» Source material:

=== Begin Enclosure ===

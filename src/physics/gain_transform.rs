//! The generating function of an avalanche's gain, in a variable in which it has no branch point.
//!
//! One primary electron becomes G electrons. g = E[e^{sG}] is known only by what s it belongs to:
//!
//! ```text
//! s = ln g − b ln(1 − a(1−g))      a = (1−k)(M−1)/M,  b = 1/(1−k)
//! ```
//!
//! As a function of s it ends at a square-root branch point, which the saddles of rare large counts crowd. With w, where
//!
//! ```text
//! g = w/ρ,   ρ = 1 − c(w−1),   s = ln w + κ ln ρ      c = (1−k)(M−1)/(1 + k(M−1)),  κ = k/(1−k)
//! ds/d ln w = 1 − εg,          dg/d ln w = g(1 + cg)     ε = κc = k(M−1)/(1 + k(M−1))
//! ```
//!
//! both are smooth there: it is only the place where ds/dw vanishes. k = 0 (s = ln w), k = 1 (κ ln ρ = −ε(w−1), g = w) and M = 1
//! (g = w = e^s) are contained. Everything below is a function of v = ln w.
//!
//! Source: S. D. Personick, Bell Syst. Tech. J. 50, 167–189 (1971) for the implicit equation; its Lagrange inversion is the
//! distribution of R. J. McIntyre, IEEE Trans. Electron Devices ED-19, 703–713 (1972). The substitution is elementary.

use crate::numeric::complex::Complex;

/// The gain of one primary electron.
#[derive(Clone, Copy, Debug, PartialEq)]
pub struct Gain {
    mean: f64,
    ionisation_ratio: f64,
    c: f64,
    kappa: f64,
    epsilon: f64,
}

/// The transform at a real place.
#[derive(Clone, Copy, Debug)]
pub struct Real {
    /// s.
    pub s: f64,
    /// g.
    pub g: f64,
    /// g − 1, with its digits where g is near 1.
    pub g_less_1: f64,
}

/// The transform at a complex place.
#[derive(Clone, Copy, Debug)]
pub struct Place {
    /// v = ln w.
    pub v: Complex,
    /// s.
    pub s: Complex,
    /// g.
    pub g: Complex,
    /// g − 1.
    pub g_less_1: Complex,
}

impl Gain {
    /// No gain: each primary is one electron.
    pub const UNIT: Gain = Gain { mean: 1.0, ionisation_ratio: 0.0, c: 0.0, kappa: 0.0, epsilon: 0.0 };

    /// An avalanche.
    ///
    /// * `mean` – M, ≥ 1
    /// * `ionisation_ratio` – k, 0 to 1
    pub fn new(mean: f64, ionisation_ratio: f64) -> Gain {
        debug_assert!(mean >= 1.0 && (0.0..=1.0).contains(&ionisation_ratio));
        let (m, k) = (mean, ionisation_ratio);
        if m == 1.0 {
            return Gain::UNIT;
        }
        let whole = 1.0 + k * (m - 1.0);
        let kappa = if k < 1.0 { k / (1.0 - k) } else { f64::INFINITY };
        Gain {
            mean,
            ionisation_ratio,
            c: (1.0 - k) * (m - 1.0) / whole,
            kappa,
            epsilon: k * (m - 1.0) / whole,
        }
    }

    /// M.
    pub fn mean(&self) -> f64 {
        self.mean
    }

    /// c and ε of the head of this file.
    pub fn shape(&self) -> (f64, f64) {
        (self.c, self.epsilon)
    }

    /// Whether each primary is one electron.
    pub fn is_unit(&self) -> bool {
        self.mean == 1.0
    }

    /// The v below which the generating function exists: its end, or where s turns back. Infinite for M = 1.
    pub fn highest_v(&self) -> f64 {
        -libm::log1p(-1.0 / self.mean)
    }

    /// Second and third raw moments of G.
    ///
    /// ```text
    /// κ₂ = M³A,   κ₃ = 3A²M⁵ + A(1−2a)M⁴      A = (M−1)(1 + k(M−1))/M²
    /// ```
    ///
    /// Source: derivatives of the implicit equation at s = 0.
    pub fn raw_moments(&self) -> (f64, f64) {
        let (m, k) = (self.mean, self.ionisation_ratio);
        let a = (1.0 - k) * (m - 1.0) / m;
        let big_a = (m - 1.0) * (1.0 + k * (m - 1.0)) / (m * m);
        let second = big_a * m * m * m;
        let third = 3.0 * big_a * big_a * m.powi(5) + big_a * (1.0 - 2.0 * a) * m.powi(4);
        (second + m * m, third + 3.0 * m * second + m * m * m)
    }

    /// The transform at a real v below [`Gain::highest_v`].
    pub fn at_real(&self, v: f64) -> Real {
        let w_less_1 = libm::expm1(v);
        let rho = 1.0 - self.c * w_less_1;
        let g_less_1 = w_less_1 * (1.0 + self.c) / rho;
        let bent = if self.kappa.is_finite() {
            self.kappa * libm::log1p(-self.c * w_less_1)
        } else {
            -self.epsilon * w_less_1
        };
        Real { s: v + bent, g: (w_less_1 + 1.0) / rho, g_less_1 }
    }

    /// The transform at a complex v.
    pub fn at(&self, v: Complex) -> Place {
        let w_less_1 = v.exp_m1();
        let rho = -(w_less_1 * self.c) + 1.0;
        let s = if self.epsilon == 0.0 {
            v
        } else if self.kappa.is_finite() {
            v + (-(w_less_1 * self.c)).ln_1p() * self.kappa
        } else {
            v + w_less_1 * -self.epsilon
        };
        let (g, g_less_1) = if self.c == 0.0 {
            (w_less_1 + 1.0, w_less_1)
        } else {
            let inverse = Complex::from(1.0) / rho;
            ((w_less_1 + 1.0) * inverse, w_less_1 * inverse * (1.0 + self.c))
        };
        Place { v, s, g, g_less_1 }
    }

    /// The place whose s is `s`, followed from a place nearby; nothing if it was not found.
    ///
    /// Each step solves s + uδ − ½qδ² exactly for the nearer root, with u = 1 − εg and q = εg(1 + cg): next to the branch point,
    /// where u vanishes, Newton's method would be lost.
    pub fn follow(&self, from: &Place, s: Complex) -> Option<Place> {
        self.follow_in_parts(from, s, 6)
    }

    fn follow_in_parts(&self, from: &Place, s: Complex, parts: u32) -> Option<Place> {
        if self.epsilon == 0.0 {
            return Some(self.at(s));
        }
        let mut place = *from;
        for _ in 0..12 {
            let curved = place.g * self.epsilon * (place.g * self.c + 1.0);
            let u = -(place.g * self.epsilon) + 1.0;
            let missing = s - place.s;
            let root = (u * u - curved * missing * 2.0).sqrt();
            // The larger denominator belongs to the nearer root.
            let aligned = u.re * root.re + u.im * root.im >= 0.0;
            let step = missing * 2.0 / if aligned { u + root } else { u - root };
            place = self.at(place.v + step);
            if !place.s.is_finite() {
                break;
            }
            // The error after a step is of the third order in it.
            if step.abs() <= 1e-4 * place.v.abs() {
                return Some(Place { s, ..place });
            }
        }
        let middle = (from.s + s) * 0.5;
        let half = (parts > 0).then(|| self.follow_in_parts(from, middle, parts - 1)).flatten()?;
        self.follow_in_parts(&half, s, parts - 1)
    }
}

=== End Enclosure ===

» Exercise details:
Please return all lines from the records that hold the word "which".

» Task output:
//! The generating function of an avalanche's gain, in a variable in which it has no branch point.
//! As a function of s it ends at a square-root branch point, which the saddles of rare large counts crowd. With w, where
    /// The v below which the generating function exists: its end, or where s turns back. Infinite for M = 1.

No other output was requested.